Salah satu momen paling dramatis dalam persidangan adalah kesaksian seorang mantan karyawan Meta yang tidak disebutkan namanya. Mantan karyawan ini mengaku pernah bertemu CEO Mark Zuckerberg lebih dari 100 kali, dan menyatakan bahwa perusahaan sebenarnya menyadari dampak buruk fitur-fitur tersebut terhadap anak-anak dan remaja, namun tetap memilih meluncurkannya. Menurut Bonta, mantan karyawan ini mengungkapkan bahwa filosofi perusahaan adalah “move fast and break things” — prinsip yang dianggap mempertegas bahwa tindakan Meta dilakukan secara sadar dan sengaja.

Tuduhan paling keras adalah bahwa Zuckerberg secara pribadi lebih memprioritaskan keuntungan daripada keselamatan anak-anak. Namun, pengacara Meta Paul Schmidt membantah kaitan langsung antara penggunaan media sosial dengan masalah kesehatan mental remaja. Ia menegaskan bahwa riset tidak menunjukkan hubungan yang jelas, dan bahwa Zuckerberg memiliki keinginan yang sama untuk meningkatkan kualitas layanan, bukan membahayakan pengguna. “Mereka tahu bisnis mereka tidak akan berhasil jika orang-orang tidak menyukai layanannya,” kata Schmidt, mencoba meredam tuduhan yang diajukan.

Tuntutan Perombakan Besar dan Denda Triliunan Dolar

Para penggugat tidak hanya menuntut denda finansial, tetapi juga perombakan besar-besaran terhadap aplikasi Facebook dan Instagram. Mereka mendesak Meta untuk menghapus fitur like dan infinite scroll, serta menerapkan batas waktu penggunaan bagi remaja dan pemblokiran ketat terhadap anak-anak di bawah 13 tahun. Tuntutan ini mencerminkan keinginan negara bagbagian untuk memaksa Meta mengubah model bisnis yang selama ini sangat bergantung pada engagement tinggi dari pengguna.

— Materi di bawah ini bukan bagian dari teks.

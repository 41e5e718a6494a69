using System.Numerics;
using AlgebraNotebook.Exact.Scalars;

namespace AlgebraNotebook.Exact.Polynomials;

/// <summary>
/// The few coefficient-type facts that polynomial parsing, printing and content normalisation need beyond
/// <see cref="IFieldElement{T}"/>: whether the imaginary unit exists, how to split a coefficient into rational
/// components, and how to print one inside a product. Written once here, switched on the coefficient type.
/// </summary>
internal static class CoefficientSupport<T>
    where T : IFieldElement<T>
{
    /// <summary>True when the coefficient field contains i (the Gaussian rationals).</summary>
    public static readonly bool HasImaginaryUnit = typeof(T) == typeof(GaussianRational);

    /// <summary>A short name of the coefficient field for messages.</summary>
    public static string FieldName =>
        typeof(T) == typeof(Rational) ? "Rational" : typeof(T) == typeof(GaussianRational) ? "GaussianRational" : typeof(T).Name;

    /// <summary>The imaginary unit; only valid when <see cref="HasImaginaryUnit"/>.</summary>
    public static T ImaginaryUnit => HasImaginaryUnit
        ? (T)(object)GaussianRational.I
        : throw new InvalidOperationException($"{FieldName} has no imaginary unit.");

    /// <summary>
    /// The rational components of a coefficient (one for Rational, real and imaginary part for GaussianRational),
    /// or null for a coefficient type this helper does not know.
    /// </summary>
    public static Rational[]? RationalParts(T value)
    {
        if (value is Rational r)
        {
            return [r];
        }

        if (value is GaussianRational g)
        {
            return [g.Real, g.Imaginary];
        }

        return null;
    }

    /// <summary>
    /// Splits a coefficient for printing in a sum: <c>Negative</c> says whether to print a minus sign in front of
    /// <c>Magnitude</c>; <c>IsUnit</c> says the magnitude is 1 (and may be left out before a monomial).
    /// Coefficients that are themselves sums (1 - 2*i) come back parenthesised and non-negative.
    /// </summary>
    public static (bool Negative, string Magnitude, bool IsUnit) Split(T value)
    {
        if (value is Rational r)
        {
            return (r.Sign < 0, r.Abs().ToString(), r.Abs().IsOne);
        }

        if (value is GaussianRational g)
        {
            if (g.Imaginary.IsZero)
            {
                return (g.Real.Sign < 0, g.Real.Abs().ToString(), g.Real.Abs().IsOne);
            }

            if (g.Real.IsZero)
            {
                var size = g.Imaginary.Abs();
                return (g.Imaginary.Sign < 0, size.IsOne ? "i" : $"{size}*i", false);
            }

            var imaginary = g.Imaginary.Abs().IsOne ? "i" : $"{g.Imaginary.Abs()}*i";
            return (false, $"({g.Real} {(g.Imaginary.Sign < 0 ? "-" : "+")} {imaginary})", false);
        }

        var text = value.ToString() ?? string.Empty;
        if (value.IsOne)
        {
            return (false, "1", true);
        }

        if ((-value).IsOne)
        {
            return (true, "1", true);
        }

        var compound = text.Length > 1 && (text.IndexOf(" + ", 1, StringComparison.Ordinal) >= 0 || text.IndexOf(" - ", 1, StringComparison.Ordinal) >= 0);
        if (compound)
        {
            return (false, $"({text})", false);
        }

        return text.StartsWith('-') ? (true, text[1..], false) : (false, text, false);
    }

    /// <summary>Converts an integer exponent count to a coefficient.</summary>
    public static T FromInt(int value) => T.FromInteger(new BigInteger(value));
}
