using AlgebraNotebook.Exact.Parsing;

namespace AlgebraNotebook.Exact.Polynomials;

public sealed partial class Polynomial<T>
{
    /// <summary>
    /// Parses polynomial text: sums, products with '*' or by juxtaposition ("3x", "2 hbar t", "1/2 x y^3"),
    /// non-negative integer powers with '^', parentheses, rational or decimal numbers, division by non-zero numbers.
    /// For GaussianRational coefficients the name <c>i</c> is the imaginary unit ("(1 - 2 i) x"); for Rational it is
    /// an error. Names are letters followed by letters, digits or underscores ("xy" is one name; write "x y" or "x*y").
    /// Juxtaposition binds like '*', left to right, so "x/2 y" is (x/2)*y; powers bind tighter than a leading minus
    /// ("-x^2" is -(x^2)); repeated '^' must be parenthesised.
    /// </summary>
    /// <example><c>Polynomial&lt;Rational&gt;.Parse("x^2*y - 2*hbar")</c></example>
    /// <exception cref="ExactParseException">
    /// The text is not a polynomial; <see cref="ExactParseException.Position"/> points at the offending character.
    /// </exception>
    public static Polynomial<T> Parse(string text)
    {
        ArgumentNullException.ThrowIfNull(text);
        return PolynomialParser<T>.ParseAll(text);
    }

    /// <summary>Like <see cref="Parse(string)"/> but returns false instead of throwing.</summary>
    public static bool TryParse(string? text, out Polynomial<T> value)
    {
        value = ZeroInstance;
        if (text is null)
        {
            return false;
        }

        try
        {
            value = Parse(text);
            return true;
        }
        catch (FormatException)
        {
            return false;
        }
    }
}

Soal denda, Meta dalam dokumen pengadilan mengklaim bahwa negara-negara bagian menuntut hingga US$1,4 triliun, angka yang disebutnya “sangat tidak masuk akal”. Hakim Rogers sendiri menilai angka tersebut tidak realistis, namun ia juga menolak estimasi Meta yang hanya sebesar US$4 juta atau sekitar Rp71,5 miliar. Bagi Meta, taruhan dalam persidangan ini sangat tinggi — perusahaan saat ini menghadapi ribuan gugatan serupa, dan sudah kalah dalam dua persidangan besar di Los Angeles dan New Mexico. Biaya hukum yang ditanggung Meta juga terus membengkak; perusahaan melaporkan pengeluaran sebesar US$2,4 miliar untuk biaya hukum pada kuartal kedua 2026 saja.

Sidang ini bukan sekadar ujian bagi Meta, tetapi juga momen krusial bagi masa depan regulasi teknologi di AS. Jika negara-negara bagian berhasil membuktikan tuduhannya, kasus ini bisa membuka jalan bagi gugatan-gugatan lain dan memaksa industri teknologi untuk mengubah cara mereka merancang platform yang ditujukan kepada anak-anak dan remaja. Sementara Meta tetap membantah semua tuduhan dan berjanji akan mengajukan banding jika kalah, tekanan publik dan hukum yang terus meningkat menunjukkan bahwa era tanpa pengawasan ketat bagi raksasa media sosial mungkin sudah berakhir.